How an Eye for an Eye Explains Jesus on Remarriage

August 22, 2017 at 11:57 am | Posted in Uncategorized | Leave a comment

One of the most misunderstood statements of Jesus is this. Matthew 5:38-39: “You have heard that it was said, ‘An eye for an eye and a tooth for a tooth, but I tell you not to resist an evil person. But whoever slaps you on your right cheek, turn the other to him also.”

Occasionally you will hear people interpret “turn the other cheek” as a nullification of “an eye for an eye”. The gnostic (or semi-gnostic) position is that an eye for an eye is a cruel concept of a vengeful Hebrew God, that Jesus came to change.

However, this ignores that only a few verses prior, Jesus spelled out the hermeneutic or means to interpret his sermons and his life. In Matthew 5:17-18, “Do not think that I came to destroy the Law or the Prophets. I did not come to destroy but to fulfill. For assuredly, I say to you, till heaven and earth pass away, one jot or one tittle will by no means pass from the law till all is fulfilled.” 2 Peter 3:10 would further clarify this refers to an end of the world at least as apocalyptic as a nuclear apocalypse where the whole earth is burned with fire.

There are multiple attempts to improperly redefine this, but in context to his audience, the most central interpretation is that Jesus is not altering the law, he is giving additional insightful applications of the law that his disciples must follow. When his message was brought to Gentiles, they were not expected to first become Jews or follow Moses, but they could not create interpretations or redefine words or concepts contrary to the Law.

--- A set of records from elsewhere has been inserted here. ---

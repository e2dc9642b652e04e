"""Names of refrigerants as people write them."""

from __future__ import annotations

import pytest

from commission.errors import InputError, NotCalculatedError
from commission.properties import refrigerant
from commission.properties.models import blends, designation, model_of, modelled


@pytest.mark.parametrize(
    ("written", "meant"),
    [
        ("R-454B", "R-454B"),
        ("R454B", "R-454B"),
        ("r 454b", "R-454B"),
        ("r-454b", "R-454B"),
        ("propane", "R-290"),
        ("Ammonia", "R-717"),
        ("NH3", "R-717"),
        ("CO2", "R-744"),
        ("carbon dioxide", "R-744"),
        ("isobutane", "R-600a"),
        ("R600a", "R-600a"),
        ("R1234ze(E)", "R-1234ze(E)"),
        ("R-1234zeE", "R-1234ze(E)"),
        ("R-1336mzz(Z)", "R-1336mzz(Z)"),
    ],
)
def test_ordinary_names_are_understood(written: str, meant: str) -> None:
    """Dashes, spaces, case and everyday names do not matter."""
    assert designation(written) == meant
    assert refrigerant(written).name == meant


@pytest.mark.parametrize(
    ("written", "near"),
    [("R-454D", "R-454A"), ("propan", "R-290"), ("amonia", "R-717"), ("R-1234ze", "R-1234ze(E)")],
)
def test_a_slip_names_the_nearest(written: str, near: str) -> None:
    """An unknown name is refused with the nearest known one; a short name for an isomer is not guessed."""
    with pytest.raises(InputError) as caught:
        refrigerant(written)
    (problem,) = caught.value.problems
    assert problem.value == written
    assert problem.nearest is not None
    assert problem.nearest[:5] == near[:5]
    assert "R-290" in (problem.allowed or "")


@pytest.mark.parametrize("hostile", ["", "x" * 10_000, "R-32\n\x00", "../../etc/passwd", "R-32&R-125"])
def test_hostile_names_are_refused(hostile: str) -> None:
    """Nothing odd reaches the property library or the file system."""
    with pytest.raises(InputError):
        refrigerant(hostile)


def test_one_object_per_refrigerant() -> None:
    """Every spelling leads to the same object."""
    assert refrigerant("R454B") is refrigerant("R-454B")
    assert refrigerant("propane") is refrigerant("R290")


def test_every_refrigerant_of_the_register_can_be_made() -> None:
    """All 35 have lines, a critical point, and an honest repr; fifteen are pure."""
    assert len(modelled()) == 35
    for name in modelled():
        r = refrigerant(name)
        assert repr(r) == f"Refrigerant({name!r})"
        assert r.is_blend == (name in blends())
        assert r.T_triple <= r.T_low < r.T_high < r.T_critical < r.T_max


def test_a_refrigerant_without_a_model_says_so() -> None:
    """A designation that has no equation of state is refused by name, not by a key error."""
    with pytest.raises(NotCalculatedError, match="R-9999 has no equation of state here"):
        model_of("R-9999")
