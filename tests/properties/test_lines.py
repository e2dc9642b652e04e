"""The shipped series: provenance, agreement with the equations at hand, and what happens where they do not agree."""

from __future__ import annotations

import dataclasses
import json
from importlib.resources import files
from pathlib import Path

import numpy as np
import pytest

from commission.errors import NotCalculatedError
from commission.properties import PropertyRangeError, generate_lines, lines, refrigerant
from commission.properties.coolprop import version
from commission.properties.generate_lines import build, critical_point
from commission.properties.models import model_of, modelled
from commission.properties.refrigerant import _make


def test_every_modelled_refrigerant_has_its_file_with_provenance() -> None:
    """One file per refrigerant, no other, each says how it was made."""
    folder = files("commission.properties") / "lines"
    assert {p.name for p in folder.iterdir()} == {lines.file_name(n) for n in modelled()}
    for name in modelled():
        plain = json.loads((folder / lines.file_name(name)).read_text(encoding="utf-8"))
        assert "commission.properties.generate_lines" in plain["about"]
        assert plain["property_source"].startswith("CoolProp ")


@pytest.mark.parametrize("name", ["R-290", "R-744", "R-454B"])
def test_the_files_are_what_the_generator_makes(name: str, tmp_path: Path) -> None:
    """Made anew, the data agree to the last digits that rounding leaves."""
    generate_lines.main(tmp_path, (name,))
    shipped, new = lines.read(name), json.loads((tmp_path / lines.file_name(name)).read_text(encoding="utf-8"))
    assert shipped is not None
    again = lines.FluidData.from_json(new)
    for line in ("dew", "bubble"):
        a, b = getattr(shipped, line).coefficients, getattr(again, line).coefficients
        assert a == pytest.approx(b, rel=1e-6, abs=1e-3)
    assert again.T_critical == shipped.T_critical
    assert again.mole_fractions == pytest.approx(shipped.mole_fractions, abs=1e-12)


@pytest.mark.parametrize("name", modelled())
def test_the_series_follow_the_equation_between_their_nodes(name: str) -> None:
    """At 25 temperatures: pressure of the equation at the density of the line to 2e-7, enthalpy to 0.2 J/kg."""
    r = refrigerant(name)
    for T in np.linspace(r.T_low, 0.99 * r.T_critical, 25):
        dew = r.dew(float(T))
        point = r._equation.at(dew.rho, float(T))
        assert point.p == pytest.approx(dew.p, rel=2e-7)
        assert point.h == pytest.approx(dew.h, abs=0.2)
        assert point.s == pytest.approx(dew.s, abs=1e-3)
        bubble = r.bubble(float(T))
        point = r._equation.at(bubble.rho, float(T))
        assert point.h == pytest.approx(bubble.h, abs=0.2)
        # a liquid's pressure is steep in density: compare in density
        assert (point.p - bubble.p) / point.p_rho == pytest.approx(0.0, abs=2e-7 * bubble.rho)


@pytest.mark.parametrize("name", modelled())
def test_temperature_and_pressure_of_a_line_are_inverse(name: str) -> None:
    """Pressure to temperature and back, to 3e-7 K, on both lines from end to end."""
    r = refrigerant(name)
    for T in np.linspace(r.T_low, r.T_high, 40):
        assert r.dew_temperature(r.dew(float(T)).p) == pytest.approx(float(T), abs=3e-7)
        assert r.bubble_temperature(r.bubble(float(T)).p) == pytest.approx(float(T), abs=3e-7)


def test_vectorised_rows_are_the_single_ones() -> None:
    """The array form of a line gives the same four values."""
    line = refrigerant("R-454B")._dew
    T = np.linspace(230.0, 330.0, 7)
    many = line.rows(T)
    for k, t in enumerate(T):
        assert many[:, k] == pytest.approx(line.row(float(t)), rel=1e-12)


def test_arrays_of_saturation_states() -> None:
    """Both lines as arrays agree with single states; one temperature outside refuses the whole."""
    r = refrigerant("R-455A")
    T = np.array([[230.0, 260.0], [290.0, 320.0]])
    for rows, line in ((r.dew_rows, r.dew), (r.bubble_rows, r.bubble)):
        p, h, s, rho = rows(T)
        one = line(290.0)
        assert (p[1, 0], h[1, 0], s[1, 0], rho[1, 0]) == pytest.approx((one.p, one.h, one.s, one.rho), rel=1e-9)
        for wrong in (100.0, 400.0, np.nan):
            with pytest.raises(PropertyRangeError):
                rows(np.array([280.0, wrong]))


@pytest.mark.parametrize("name", ["R-290", "R-454C"])
def test_critical_points_of_the_models_are_the_librarys(name: str) -> None:
    """The data file holds what the generator's own search finds."""
    fluids, fractions, stated = model_of(name)
    assert critical_point(fluids, fractions) == pytest.approx(stated, rel=1e-6)


def test_data_of_another_edition_are_made_anew(monkeypatch: pytest.MonkeyPatch) -> None:
    """Where the shipped data do not belong to the equation at hand, new ones are made and say which edition."""
    shipped = lines.read("R-290")
    assert shipped is not None
    other = dataclasses.replace(
        shipped,
        property_source="CoolProp 0.0.0",
        dew=dataclasses.replace(shipped.dew, coefficients=shipped.dew.coefficients * (1 + 1e-5)),
    )
    monkeypatch.setattr(lines, "read", lambda _name: other)
    made = _make("R-290")
    assert made.property_source == f"CoolProp {version()}"
    assert made.dew(280.0).p == pytest.approx(refrigerant("R-290").dew(280.0).p, rel=1e-9)


def test_a_false_solution_is_refused_by_the_generator() -> None:
    """A critical point that is not that of the fluid breaks a law and is refused."""
    fluids, fractions, (T, p) = model_of("R-454B")
    with pytest.raises((NotCalculatedError, np.linalg.LinAlgError)):
        build("R-454B", fluids, fractions, (T + 12.0, p))


def test_a_fluid_without_a_file_is_made_in_memory(monkeypatch: pytest.MonkeyPatch) -> None:
    """A new refrigerant works before its file is generated."""
    monkeypatch.setattr(lines, "read", lambda _name: None)
    made = _make("R-600a")
    assert made.dew(280.0).p == pytest.approx(refrigerant("R-600a").dew(280.0).p, rel=1e-9)


@pytest.mark.parametrize("name", ["R-290", "R-717", "R-454B"])
def test_states_beside_a_line_are_those_at_temperature_and_pressure(name: str) -> None:
    """Superheated from a dew point and subcooled from a bubble point are vapour and liquid there; nothing inside."""
    r = refrigerant(name)
    dew, bubble = r.dew(263.0), r.bubble(311.0)
    for kelvin in (0.0, 4.0, 60.0):
        gas, liquid = r.superheated(dew, kelvin), r.subcooled(bubble, kelvin)
        assert gas[:5] == pytest.approx(r.vapour(dew.T + kelvin, dew.p)[:5], rel=1e-9)
        assert liquid[:5] == pytest.approx(r.liquid(bubble.T - kelvin, bubble.p)[:5], rel=1e-7)
    for inside in (-0.1, float("nan")):
        with pytest.raises(PropertyRangeError):
            r.superheated(dew, inside)
        with pytest.raises(PropertyRangeError):
            r.subcooled(bubble, inside)


def test_a_neighbour_in_the_vapour_does_not_hide_that_compression_ends_wet() -> None:
    """Steep compression of R-600a from its dew point ends wet, with its warning, whatever state it is started from."""
    r = refrigerant("R-600a")
    suction, p = r.dew(253.15), r.dew_pressure(318.15)
    wet = r.isentropic_end(suction, p)
    near = r.superheated(r.dew(318.15), 1.0)
    assert wet.quality is not None
    assert r.isentropic_end(suction, p, near) == wet
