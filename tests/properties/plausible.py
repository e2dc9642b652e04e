"""Random plausible refrigerating cycles, and the laws that every state of one must keep."""

from __future__ import annotations

import math
from dataclasses import dataclass

import numpy as np

from commission.properties import PropertyRangeError, Refrigerant, State


@dataclass(frozen=True)
class CyclePoint:
    """Dew temperatures (K), superheat and subcooling (K) of one plausible cycle."""

    evaporating: float
    condensing: float
    superheat: float
    subcooling: float


def cycles(refrigerant: Refrigerant, count: int, seed: int) -> list[CyclePoint]:
    """`count` seeded cycles: evaporating from -55 °C (or 0.6 Tc), condensing up to 0.97 Tc or 80 °C above."""
    rng = np.random.default_rng(seed)
    low = max(refrigerant.T_low + 1.0, min(218.15, 0.75 * refrigerant.T_critical), 0.58 * refrigerant.T_critical)
    low = max(low, refrigerant.dew_temperature(refrigerant.p_bubble_low) + 0.1)  # wet states need both lines
    top = 0.97 * refrigerant.T_critical
    points = []
    for _ in range(count):
        evaporating = float(rng.uniform(low, top - 10))
        condensing = float(rng.uniform(evaporating + 5, min(top, evaporating + 80)))
        glide = condensing - refrigerant.bubble_temperature(refrigerant.dew(condensing).p)
        room = condensing - glide - refrigerant.T_low - 1
        points.append(
            CyclePoint(evaporating, condensing, float(rng.uniform(0, 30)), min(float(rng.uniform(0, 15)), room))
        )
    return points


def check_cycle(r: Refrigerant, point: CyclePoint) -> None:
    """Every state of the cycle exists and keeps the laws; raises AssertionError or the room's own error."""
    low, high = r.dew(point.evaporating), r.dew(point.condensing)
    assert high.p > low.p > 0
    suction = r.vapour(low.T + point.superheat, low.p)
    assert suction.rho <= low.rho * (1 + 1e-9)
    assert suction.h >= low.h - 1e-3
    assert suction.s >= low.s - 1e-6
    bubble = r.bubble(r.bubble_temperature(high.p))
    assert bubble.T <= high.T + 1e-7
    liquid = r.liquid(bubble.T - point.subcooling, high.p)
    assert liquid.rho >= bubble.rho * (1 - 1e-9)
    assert liquid.h <= bubble.h + 1e-3
    inlet = r.throttled(low.p, liquid.h)
    _check_throttled(r, inlet, liquid, low.T)
    end = _isentropic(r, suction, high.p)
    if end is None:
        return
    work = end.h - suction.h
    assert work > 0
    # the work of a reversible compression is the integral of volume over pressure: between its bounds
    assert (high.p - low.p) / end.rho < work < (high.p - low.p) / suction.rho
    again = r.throttled(high.p, end.h)
    assert math.isclose(again.T, end.T, abs_tol=1e-5)
    assert math.isclose(again.s, end.s, abs_tol=1e-4)
    if end.quality is None:
        _check_vapour(r, end)
    cooling = suction.h - liquid.h
    assert cooling / work < suction.T / max(1e-9, liquid.T - suction.T) or liquid.T <= suction.T


def _check_throttled(r: Refrigerant, inlet: State, liquid: State, T_dew: float) -> None:
    assert math.isclose(inlet.h, liquid.h, abs_tol=1e-3)
    assert inlet.s >= liquid.s - 1e-4  # a throttle makes entropy
    assert T_dew + 1e-6 >= inlet.T
    if inlet.quality is None:
        return
    assert r.bubble_temperature(inlet.p) - 1e-6 <= inlet.T
    assert 0 <= inlet.quality <= 1
    mean = r.mean_evaporating_temperature(inlet.p, inlet.h)
    assert inlet.T - 1e-6 <= mean <= T_dew + 1e-6


def _isentropic(r: Refrigerant, suction: State, p: float) -> State | None:
    """The end of compression; None where it is rightly refused as hotter than the equation holds."""
    try:
        end = r.isentropic_end(suction, p)
    except PropertyRangeError:
        assert r.vapour(r.T_max, p).s < suction.s  # the end does lie above the limit
        return None
    assert math.isclose(end.s, suction.s, abs_tol=1e-5)
    assert math.isclose(end.p, p, rel_tol=1e-9)
    assert end.T > suction.T or end.quality is not None
    if end.quality is not None:
        assert end.warnings
    return end


def _check_vapour(r: Refrigerant, state: State) -> None:
    same = r.vapour(state.T, state.p)
    assert math.isclose(same.h, state.h, abs_tol=1e-2)
    assert math.isclose(same.rho, state.rho, rel_tol=1e-7)
    slopes = r.slopes(state)
    assert slopes.cp > 0
    assert slopes.drho_dp > 0
    other = r.vapour_from_enthalpy(state.p, state.h)
    assert math.isclose(other.T, state.T, abs_tol=1e-6)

An “eye for an eye” was neither vengeful, nor part of the application of revenge. The Pharisees of Jesus time already had the correct interpretation, and so he did not correct them on it. The Biblical concept of the lex talonis was understood not merely as a limit to stop vengeance, but as the value of an eye for the value of an eye. Therefore, monetary compensation for injury was already well accepted by the Pharisees. Instead of Jesus correcting them he lays a principle of an edge case.

When Jesus commands his followers to turn the other cheek, he is addressing something just beyond the edge of the eye for an eye principle and keeping them from extrapolating it too far and incorrectly. In an eye for an eye or a tooth for a tooth, those are cases of permanent physical injuries that will not grow back. A slap on the cheek, whether literal or metaphorical as a verbal insult does not cause permanent injury. Jesus commands his followers in this de minimis case not covered by an eye for an eye to err on tolerance and not attempt to demand compensation. Thus, Jesus fulfills and completes the law by explaining edge cases, not by replacing universal principles of restitutionary justice found in the Law.

Then within the same sermon, with the same explicit rule of interpretation already given note one of the most historically challenging to Christians, where Jesus takes the hard line on marriage against the School of Hillel and with the School of Shammai. But most confusing to many sincere Christians was Jesus statement, in Matthew 5:32, “whoever marries a woman who is divorced commits adultery.” As commonly understood by many Christians, this seems to be an actual change verses the Torah which specifically allowed most remarriage. So is this merely an edge case?

However, if we acknowledge Jesus’ prefatory rule of interpretation, then reread the relevant marriage, divorce and remarriage rules in Deuteronomy 24:1-4. In context of Jesus’ rule of interpretation, note that inappropriate remarriage becomes the biggest issue in Deuteronomy, with a particular case as the only one very specifically pointed out as a horrible abomination. This is the special case of remarriage to a former wife after she has become another man’s wife.

Given that as a central context of Jesus’ rules, and that Jesus isn’t changing the law, then a primary difficulty of understanding Jesus can be cleared up. Jesus is not referring to any conceivable “whoever” in Matt. 5:32, he is referring to the specific antecedent “whoever” in Deuteronomy 24:3-4. A man cannot remarry a wife whom he divorced after she had then married another man.

This also shows why Jesus is not just siding with Shammai, he is explaining why Shammai is right about divorce requiring a major (sexual) transgression to be justified. It is this: If divorce for a trivial reason was acceptable, then it would not be such a horrible abomination to remarry a wife after such a trivial transgression. Thus Hillel is proven wrong about trivial divorce because Hillel’s position cannot explain remarriage to the same wife as such an abomination if the justification of divorce were a trivial fault.

Christians who failed to acknowledge the hermeneutic of Jesus have fallen into two or three camps: Those who take a simple and straightforward but Torah-ignorant meaning here, to prohibit any remarriage like Catholics, or those who cite other passages in the New Testament to clarify a few additional cases of allowed remarriage, or finally those who give up and assume it as an intended ideal not always met.

Similarly, those without Jesus’ hermeneutic have misunderstood how far to extrapolate “turn the other cheek,” and so wrongly think they must refuse to pursue compensation for permanent injury contrary to the restitutionary justice of “an eye for an eye.” Neither error would exist for any well thought out exposition of Jesus’ stance on the Law of Moses.